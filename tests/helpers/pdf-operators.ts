// Reads back what a PDF page draws: each top-level `q 1 0 0 1 x y cm … Q` block (one label) with the
// rectangles (`re`) and text positions (`Tm`) inside it, and the page size. Used by the tag tests to
// check label geometry from the PDF itself rather than from the code that wrote it.
import { PDFArray, PDFDocument, PDFName, PDFRawStream, PDFStream, decodePDFRawStream } from 'pdf-lib';

export interface DrawnBlock {
  /** Translation of the block, in points from the page's bottom-left corner. */
  x: number;
  y: number;
  rects: { x: number; y: number; w: number; h: number }[];
  texts: { x: number; y: number }[];
}

export interface DrawnPage {
  width: number;
  height: number;
  blocks: DrawnBlock[];
}

function streamText(stream: PDFStream): string {
  const bytes = stream instanceof PDFRawStream ? decodePDFRawStream(stream).decode() : (stream as unknown as { getContents(): Uint8Array }).getContents();
  return Buffer.from(bytes).toString('latin1');
}

export async function readDrawnPages(bytes: Uint8Array): Promise<DrawnPage[]> {
  const doc = await PDFDocument.load(bytes);
  return doc.getPages().map((page) => {
    const contents = page.node.get(PDFName.of('Contents'));
    const resolved = contents ? page.node.context.lookup(contents) : undefined;
    const streams: PDFStream[] =
      resolved instanceof PDFArray
        ? resolved.asArray().map((r) => page.node.context.lookup(r) as PDFStream)
        : resolved instanceof PDFStream
          ? [resolved]
          : [];
    const text = streams.map(streamText).join('\n');
    // Strings and names never hold the operators we look for in our own output; hex strings are skipped.
    const tokens = text.replace(/<[0-9A-Fa-f\s]*>/g, ' ').replace(/\([^)]*\)/g, ' ').split(/\s+/).filter(Boolean);
    const blocks: DrawnBlock[] = [];
    let depth = 0;
    let current: DrawnBlock | null = null;
    let blockDepth = -1;
    const nums: number[] = [];
    let pendingQ = false;
    for (const t of tokens) {
      if (/^-?\d*\.?\d+(e-?\d+)?$/i.test(t)) {
        nums.push(Number(t));
        continue;
      }
      if (t === 'q') {
        depth++;
        pendingQ = depth === 1;
      } else if (t === 'Q') {
        if (current && depth === blockDepth) {
          blocks.push(current);
          current = null;
          blockDepth = -1;
        }
        depth--;
      } else if (t === 'cm') {
        const [a, b, c, d, e, f] = nums.slice(-6);
        if (pendingQ && depth === 1 && a === 1 && b === 0 && c === 0 && d === 1) {
          current = { x: e!, y: f!, rects: [], texts: [] };
          blockDepth = depth;
        }
      } else if (t === 're' && current) {
        const [x, y, w, h] = nums.slice(-4);
        current.rects.push({ x: x!, y: y!, w: w!, h: h! });
      } else if (t === 'Tm' && current) {
        const [, , , , e, f] = nums.slice(-6);
        current.texts.push({ x: e!, y: f! });
      }
      // Only a `cm` straight after a top-level `q` opens a label block.
      if (t !== 'q') pendingQ = false;
      nums.length = 0;
    }
    const { width, height } = page.getSize();
    return { width, height, blocks };
  });
}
- - - - -
Aim of the task: Return all of the material verbatim, with no line left out.

Response:
filename tests/helpers/pdf-operators.ts
// Reads back what a PDF page draws: each top-level `q 1 0 0 1 x y cm … Q` block (one label) with the
// rectangles (`re`) and text positions (`Tm`) inside it, and the page size. Used by the tag tests to
// check label geometry from the PDF itself rather than from the code that wrote it.
import { PDFArray, PDFDocument, PDFName, PDFRawStream, PDFStream, decodePDFRawStream } from 'pdf-lib';

export interface DrawnBlock {
  /** Translation of the block, in points from the page's bottom-left corner. */
  x: number;
  y: number;
  rects: { x: number; y: number; w: number; h: number }[];
  texts: { x: number; y: number }[];
}

export interface DrawnPage {
  width: number;
  height: number;
  blocks: DrawnBlock[];
}

function streamText(stream: PDFStream): string {
  const bytes = stream instanceof PDFRawStream ? decodePDFRawStream(stream).decode() : (stream as unknown as { getContents(): Uint8Array }).getContents();
  return Buffer.from(bytes).toString('latin1');
}

export async function readDrawnPages(bytes: Uint8Array): Promise<DrawnPage[]> {
  const doc = await PDFDocument.load(bytes);
  return doc.getPages().map((page) => {
    const contents = page.node.get(PDFName.of('Contents'));
    const resolved = contents ? page.node.context.lookup(contents) : undefined;
    const streams: PDFStream[] =
      resolved instanceof PDFArray
        ? resolved.asArray().map((r) => page.node.context.lookup(r) as PDFStream)
        : resolved instanceof PDFStream
          ? [resolved]
          : [];
    const text = streams.map(streamText).join('\n');
    // Strings and names never hold the operators we look for in our own output; hex strings are skipped.
    const tokens = text.replace(/<[0-9A-Fa-f\s]*>/g, ' ').replace(/\([^)]*\)/g, ' ').split(/\s+/).filter(Boolean);
    const blocks: DrawnBlock[] = [];
    let depth = 0;
    let current: DrawnBlock | null = null;
    let blockDepth = -1;
    const nums: number[] = [];
    let pendingQ = false;
    for (const t of tokens) {
      if (/^-?\d*\.?\d+(e-?\d+)?$/i.test(t)) {
        nums.push(Number(t));
        continue;
      }
      if (t === 'q') {
        depth++;
        pendingQ = depth === 1;
      } else if (t === 'Q') {
        if (current && depth === blockDepth) {
          blocks.push(current);
          current = null;
          blockDepth = -1;
        }
        depth--;
      } else if (t === 'cm') {
        const [a, b, c, d, e, f] = nums.slice(-6);
        if (pendingQ && depth === 1 && a === 1 && b === 0 && c === 0 && d === 1) {
          current = { x: e!, y: f!, rects: [], texts: [] };
          blockDepth = depth;
        }
      } else if (t === 're' && current) {
        const [x, y, w, h] = nums.slice(-4);
        current.rects.push({ x: x!, y: y!, w: w!, h: h! });
      } else if (t === 'Tm' && current) {
        const [, , , , e, f] = nums.slice(-6);
        current.texts.push({ x: e!, y: f! });
      }
      // Only a `cm` straight after a top-level `q` opens a label block.
      if (t !== 'q') pendingQ = false;
      nums.length = 0;
    }
    const { width, height } = page.getSize();
    return { width, height, blocks };
  });
}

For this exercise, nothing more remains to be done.